_YOUR INSTRUCTIONS_
Your answer should consist of every line from the records that holds the string "logRatio".

═══ EXERCISE MATERIAL

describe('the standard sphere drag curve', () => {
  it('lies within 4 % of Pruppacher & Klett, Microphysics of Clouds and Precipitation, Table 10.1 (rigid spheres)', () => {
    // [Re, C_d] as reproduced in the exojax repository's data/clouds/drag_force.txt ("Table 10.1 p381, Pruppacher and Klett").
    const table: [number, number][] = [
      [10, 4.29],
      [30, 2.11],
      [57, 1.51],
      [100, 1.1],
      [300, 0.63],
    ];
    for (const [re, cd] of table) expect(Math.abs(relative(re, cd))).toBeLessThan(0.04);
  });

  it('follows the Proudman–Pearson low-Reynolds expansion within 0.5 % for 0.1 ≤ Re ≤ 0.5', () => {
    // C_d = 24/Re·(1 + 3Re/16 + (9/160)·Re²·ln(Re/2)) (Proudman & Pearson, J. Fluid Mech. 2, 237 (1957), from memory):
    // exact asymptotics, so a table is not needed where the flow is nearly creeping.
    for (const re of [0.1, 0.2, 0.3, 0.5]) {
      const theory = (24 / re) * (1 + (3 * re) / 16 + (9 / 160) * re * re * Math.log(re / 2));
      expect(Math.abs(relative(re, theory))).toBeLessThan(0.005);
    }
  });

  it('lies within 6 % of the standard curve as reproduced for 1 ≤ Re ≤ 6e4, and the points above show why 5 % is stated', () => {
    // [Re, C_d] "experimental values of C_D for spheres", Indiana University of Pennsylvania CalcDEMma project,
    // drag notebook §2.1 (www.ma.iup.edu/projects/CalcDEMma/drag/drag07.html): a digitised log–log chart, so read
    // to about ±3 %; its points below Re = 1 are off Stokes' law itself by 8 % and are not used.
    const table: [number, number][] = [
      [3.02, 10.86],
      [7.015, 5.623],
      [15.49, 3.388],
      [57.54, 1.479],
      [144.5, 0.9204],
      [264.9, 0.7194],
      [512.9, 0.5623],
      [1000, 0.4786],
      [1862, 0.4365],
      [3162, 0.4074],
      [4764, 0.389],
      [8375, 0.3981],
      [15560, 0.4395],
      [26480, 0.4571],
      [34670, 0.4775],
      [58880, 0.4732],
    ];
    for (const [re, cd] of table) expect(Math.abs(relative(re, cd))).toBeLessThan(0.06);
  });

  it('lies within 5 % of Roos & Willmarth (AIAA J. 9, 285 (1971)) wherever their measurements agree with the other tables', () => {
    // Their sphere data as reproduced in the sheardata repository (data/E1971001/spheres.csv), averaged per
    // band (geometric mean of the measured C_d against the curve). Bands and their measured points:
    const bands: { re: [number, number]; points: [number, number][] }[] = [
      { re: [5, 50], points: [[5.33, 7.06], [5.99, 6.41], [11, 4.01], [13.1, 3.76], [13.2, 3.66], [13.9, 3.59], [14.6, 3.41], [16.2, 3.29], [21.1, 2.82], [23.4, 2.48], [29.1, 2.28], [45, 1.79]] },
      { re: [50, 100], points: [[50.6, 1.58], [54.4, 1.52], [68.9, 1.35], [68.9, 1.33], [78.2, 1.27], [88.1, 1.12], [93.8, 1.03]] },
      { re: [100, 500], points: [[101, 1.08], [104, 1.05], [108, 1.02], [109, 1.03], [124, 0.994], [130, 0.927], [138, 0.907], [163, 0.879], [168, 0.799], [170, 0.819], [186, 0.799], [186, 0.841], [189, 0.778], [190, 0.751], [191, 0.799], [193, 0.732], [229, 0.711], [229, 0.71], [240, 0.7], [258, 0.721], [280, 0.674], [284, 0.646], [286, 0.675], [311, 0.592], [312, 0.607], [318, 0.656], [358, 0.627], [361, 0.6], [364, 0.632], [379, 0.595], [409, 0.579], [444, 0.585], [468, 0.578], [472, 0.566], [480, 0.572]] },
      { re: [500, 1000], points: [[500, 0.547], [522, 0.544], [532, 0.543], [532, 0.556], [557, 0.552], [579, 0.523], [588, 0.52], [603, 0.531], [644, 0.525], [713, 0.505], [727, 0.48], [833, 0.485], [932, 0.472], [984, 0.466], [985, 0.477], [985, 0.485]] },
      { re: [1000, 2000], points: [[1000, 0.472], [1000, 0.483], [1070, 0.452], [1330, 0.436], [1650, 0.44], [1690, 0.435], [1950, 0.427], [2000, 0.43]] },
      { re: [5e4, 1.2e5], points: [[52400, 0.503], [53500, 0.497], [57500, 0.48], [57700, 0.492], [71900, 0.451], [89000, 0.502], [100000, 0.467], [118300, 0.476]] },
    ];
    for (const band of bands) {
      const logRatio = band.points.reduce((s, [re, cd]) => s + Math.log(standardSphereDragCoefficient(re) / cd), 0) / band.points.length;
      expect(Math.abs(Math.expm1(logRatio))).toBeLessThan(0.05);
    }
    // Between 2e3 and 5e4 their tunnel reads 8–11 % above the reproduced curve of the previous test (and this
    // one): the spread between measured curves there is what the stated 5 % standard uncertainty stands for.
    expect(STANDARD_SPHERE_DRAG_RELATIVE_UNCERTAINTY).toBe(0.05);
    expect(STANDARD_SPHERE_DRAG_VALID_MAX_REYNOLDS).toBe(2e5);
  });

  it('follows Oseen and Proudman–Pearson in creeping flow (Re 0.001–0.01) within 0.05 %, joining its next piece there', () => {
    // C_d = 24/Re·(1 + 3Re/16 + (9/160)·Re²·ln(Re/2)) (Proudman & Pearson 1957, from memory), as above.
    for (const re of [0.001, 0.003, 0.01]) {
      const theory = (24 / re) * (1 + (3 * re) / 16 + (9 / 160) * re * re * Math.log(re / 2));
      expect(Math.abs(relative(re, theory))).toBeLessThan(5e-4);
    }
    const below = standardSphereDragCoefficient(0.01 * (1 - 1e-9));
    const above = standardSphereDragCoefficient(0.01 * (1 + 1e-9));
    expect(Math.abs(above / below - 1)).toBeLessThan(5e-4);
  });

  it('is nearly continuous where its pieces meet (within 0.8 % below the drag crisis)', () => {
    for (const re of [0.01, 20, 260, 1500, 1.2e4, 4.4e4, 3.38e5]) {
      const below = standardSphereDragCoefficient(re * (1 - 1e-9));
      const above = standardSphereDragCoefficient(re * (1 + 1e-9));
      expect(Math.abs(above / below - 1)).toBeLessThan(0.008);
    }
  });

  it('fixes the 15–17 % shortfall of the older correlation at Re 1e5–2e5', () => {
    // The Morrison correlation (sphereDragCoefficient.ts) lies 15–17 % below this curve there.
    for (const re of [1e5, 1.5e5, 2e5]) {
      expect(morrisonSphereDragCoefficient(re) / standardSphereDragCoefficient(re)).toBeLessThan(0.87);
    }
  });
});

══════

_ANSWER FOR THIS EXERCISE_
      const logRatio = band.points.reduce((s, [re, cd]) => s + Math.log(standardSphereDragCoefficient(re) / cd), 0) / band.points.length;
      expect(Math.abs(Math.expm1(logRatio))).toBeLessThan(0.05);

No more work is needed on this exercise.